Vingt-deux ans déjà que Cheikh Anta Diop n’est plus. Ce savant sénégalais qui a donné son nom à l’Université de Dakar vit le jour en 1923 dans un petit village du Sénégal, Caytou dans la région de Diourbel. Intellectuel, chercheur et homme politique, il a oeuvré pour le retour de la conscience historique de l’Afrique. Dans ses thèses qui ont remis en cause la recherche naguère consacrée, il a toujours soutenu l'antériorité de la civilisation africaine.
Cheikh Anta s’est battu durant son existence pour rendre à l’Afrique le rôle que l’Occident lui a volé dans la civilisation universelle. Il a lutté contre "la vision d'une Afrique anhistorique et atemporelle, dont les habitants, les Nègres, n'ont jamais été responsables, par définition, d'un seul fait de civilisation, s'impose désormais dans les écrits et s'ancre dans les consciences". Il a développé beaucoup de thémes. Le premier est "l'origine de l'homme et ses migrations".
Par là, il a révélé que l’Afrique reste le berceau de l’humanité. Ainsi, il a tracé le processus de différentiation biologique de l’humanité, de sémitisation, et l'identification des grands courants migratoires et la formation des ethnies africaines. Le deuxième thème reste la parenté qui existe entre l’Egypte ancienne et l’Afrique noire. Il a commencé par le peuplement de la vallée du Nil, en passant par la genèse de la civilisation égypto-nubienne, la parenté linguistique, la parenté culturelle et pour finir sur les structures socio-politiques. "L'apport de l'Afrique à la civilisation" ce thème était celui de sa conférence de Niamey. Il a rendu à l’Afrique ce qui lui revient de droit et que l’histoire lui a refusé. Il s’agit : "De la métallurgie, l'écriture, les sciences (mathématiques, astronomie, médecine...), les arts et l'architecture, les lettres, la philosophie, les religions révélées". Pour Cheikh Anta, "l'Égypte marque le début de la civilisation".
A l’en croire, "tous les savants de l’Occident avant Jésus ont fait l’école de l’Egypte à savoir Pithagore, Thales, Archimède, Platon, Socrate" pour ne citer que ces derniers. Malheureusement, ces derniers n’ont pas été reconnaissants car dans leurs écrits, ils n’ont pas eu la latitude de mentionner leur source. C'est dans ce contexte hostile et obscurantiste que Cheikh Anta Diop, par une investigation scientifique méthodique, a remis en cause les fondements même d'une certaine recherche occidentale relatifs à la genèse de l'humanité et de la civilisation. La renaissance de l'Afrique était au centre de ses positions scientifiques. "La restauration de la conscience historique, m'apparaît comme une tâche incontournable à laquelle je consacrerai ma vie" a-t-il affirmé. Contre vents et marées, Cheikh a résisté et a réussi à se faire entendre. Lors d'une de ses conférences à Niamey en 1984, dans une salle remplie d’Africains, il leur a fait comprendre qu’au-delà "du berceau de l’hamanité", ils sont les précurseurs de "la civilisation universelle". Il a servi des réponses aux historiens de l’Occident. C’est le cas du Britannique Arnold Toynbee qui disait que "l'Afrique noire ne constitue pas un champ historique intelligible".

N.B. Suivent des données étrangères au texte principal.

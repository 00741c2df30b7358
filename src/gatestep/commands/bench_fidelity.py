"""``gatestep bench fidelity``: how true a loop is, over ticks, delays and faults."""

from __future__ import annotations

import json
import os
import sys
import time
from collections.abc import Callable, Iterator, Sequence
from concurrent.futures import Executor
from contextlib import contextmanager, suppress
from dataclasses import asdict
from pathlib import Path
from typing import Any

import numpy as np

from ..errors import FileError, LinkError, MissingExtraError
from ..fidelity import QUICK, SWEPT, Fidelity, Measured, Plan, measure_all, points
from ..reference import RTOL, solve
from ..scenarios import NAMES, Scenario, scenario_named
from .bench import host

_CONNECT_S = 10

Progress = Callable[[int, int], None]
"""Called with points done and points to do."""


def bench_fidelity(
    quick: bool,
    names: Sequence[str],
    figure: Path | None,
    save: Path | None,
    scheduler: str | None,
    json_output: bool,
) -> int:
    """Measure, save, draw and print; returns the exit status.

    Raises
    ------
    GatestepError
        When an option cannot be used, or an extra is missing that it needs.
    """
    from .fidelity_report import draw, text
    from .step_report import check_figure

    scenarios = [scenario_named(name) for name in dict.fromkeys(names or NAMES)]
    if figure is not None:
        check_figure(figure)
    if save is not None:
        _check_save(save)
    plan = QUICK if quick else Plan()
    with _executor(scheduler) as executor, _bar() as progress:
        result = measure(scenarios, plan, executor, progress)
    if save is not None:
        _write(save, json.dumps(result, indent=1).encode())
    if figure is not None:
        draw(result, figure)
        result["figure"] = str(figure)
    print(json.dumps(result) if json_output else text(result))
    return 0


def measure(
    scenarios: Sequence[Scenario],
    plan: Plan,
    executor: Executor | None = None,
    progress: Progress | None = None,
) -> dict[str, Any]:
    """Measure scenarios; the result as ``--json`` prints it.

    Parameters
    ----------
    scenarios : sequence of Scenario
    plan : Plan
    executor : concurrent.futures.Executor, optional
        What runs the points; threads on every core if not given.
    progress : callable, optional
        Called with points done and points to do.
    """
    started = time.monotonic()
    asked = [point for scenario in scenarios for point in points(scenario, plan)]
    found = measure_all(asked, executor, progress)
    return {
        "host": host(),
        "seconds": round(time.monotonic() - started, 1),
        "plan": asdict(plan),
        "scenarios": [
            _scenario_data(s, [m for m in found if m.point.scenario is s]) for s in scenarios
        ],
    }


def _scenario_data(scenario: Scenario, found: list[Measured]) -> dict[str, Any]:
    reference = solve(scenario)
    spikes = reference.spikes_ms[reference.spikes_ms >= scenario.act_ms]
    return {
        "name": scenario.name,
        "title": scenario.title,
        "unit": "µs" if spikes.size else "µV",
        "error": "mean distance of a spike from its time"
        if spikes.size
        else "rms distance of the voltage",
        "reference": {"solver": "scipy LSODA", "rtol": RTOL, "spikes_ms": spikes.tolist()},
        "points": [_point_data(m) for m in found],
    }


def _point_data(measured: Measured) -> dict[str, Any]:
    """A point and the means of its runs; what one of them does not have is None."""
    point, first = measured.point, measured.point.conditions[0]

    def mean(name: str) -> float | None:
        values = [getattr(run, name) for run in measured.runs]
        return None if None in values else float(np.mean(values))

    kept = ("tick_us", "delay_ticks", *SWEPT)
    means = ("spike_error_us", "last_spike_us", "peak_error_mv", "rate_error", "rms_mv")
    return {
        "part": point.part,
        "mode": point.mode,
        **{name: getattr(first, name) for name in kept},
        "settings": None if first.settings is None else asdict(first.settings),
        "outcome": measured.outcome,
        "error": measured.error,
        "spread": _spread(measured.runs),
        "runs": len(measured.runs),
        "spikes": [run.spikes for run in measured.runs],
        "expected": measured.runs[0].expected,
        **{name: mean(name) for name in means},
    }


def _spread(runs: Sequence[Fidelity]) -> float | None:
    """Standard deviation of the runs' errors."""
    errors = [run.error for run in runs if run.error is not None]
    return float(np.std(errors)) if len(errors) == len(runs) > 1 else None


@contextmanager
def _executor(scheduler: str | None) -> Iterator[Executor | None]:
    """The workers of a dask scheduler, or None for threads of this process."""
    if scheduler is None:
        yield None
        return
    try:
        from distributed import Client
    except ImportError:
        raise MissingExtraError("distributed", "dask", "--scheduler") from None
    try:
        client = Client(scheduler, timeout=f"{_CONNECT_S}s", set_as_default=False)
    except (OSError, ValueError) as fault:
        raise LinkError(
            f"--scheduler {scheduler}: no scheduler answers there within {_CONNECT_S} s "
            f"({fault}); start one with: dask scheduler"
        ) from None
    with client:
        yield client.get_executor()


@contextmanager
def _bar() -> Iterator[Progress]:
    """A progress bar on stderr, where there is someone to see it."""
    from rich.console import Console
    from rich.progress import BarColumn, MofNCompleteColumn, TextColumn, TimeRemainingColumn
    from rich.progress import Progress as Bar

    bar = Bar(
        TextColumn("{task.description}"),
        BarColumn(),
        MofNCompleteColumn(),
        TimeRemainingColumn(),
        console=Console(stderr=True),
        transient=True,
        disable=not sys.stderr.isatty(),
    )
    with bar:
        task = bar.add_task("points", total=None)
        yield lambda done, total: bar.update(task, completed=done, total=total)


def _beside(path: Path) -> Path:
    return path.with_name(f".{path.name}.{os.getpid()}.part")


def _check_save(path: Path) -> None:
    """See before the work that its result can be written."""
    trial = _beside(path)
    try:
        if path.is_dir():
            raise IsADirectoryError(None, "is a folder")
        trial.touch()
        trial.unlink()
    except OSError as fault:
        raise FileError(
            f"--save {path}: cannot be written ({fault.strerror}); choose another place"
        ) from fault


def _write(path: Path, content: bytes) -> None:
    """Write a file, whole or not at all."""
    temporary = _beside(path)
    try:
        temporary.write_bytes(content)
        temporary.replace(path)
    except OSError as fault:
        with suppress(OSError):
            temporary.unlink(missing_ok=True)
        raise FileError(f"--save {path}: cannot be written ({fault.strerror})") from fault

A ce dernier s’ajoute l'anglo-saxon Basile Davidson avec sa question : "Le Noir est-t-il un homme sans passé ?" Pour Cheikh Anta, c’est l’homosapien-sapien qui a traversé le détroit de Gibraltar pour répandre sa civilisation en Europe. Il a rendu compte de l'évolution des peuples noirs africains, dans le temps et dans l'espace. Pas n’importe comment. Il a respecté l’ordre des choses depuis le début de l’humanité jusqu’à la rencontre des civilisations.
Intellectuel, chercheur et homme politique
Le Pr. Cheikh Anta Diop a publié plusieurs oeuvres majeures dont "Nations nègres et culture" en 1954, "l’Unité culturelle de l’Afrique noire" en 1959, "Parenté génétique de l’Egyptien pharaonique et des langues négro-africaines" en 1977. Chercheur, il a fondé en 1966 un laboratoire de datation des échantillons archéologiques par la méthode du radiocarbone, en collaboration technique avec le laboratoire de Gif-sur-Yvette du Commissariat à l’Energie atomique (France).
Comme homme politique et adversaire de l’ancien président Léopold Sédar Senghor, il a créé successivement trois formations politiques : le Bloc des masses sénégalaises (BMS) en 1961, le Front national sénégalais (FNS) en 1963 et le Rassemblement national démocratique (RND) en 1976.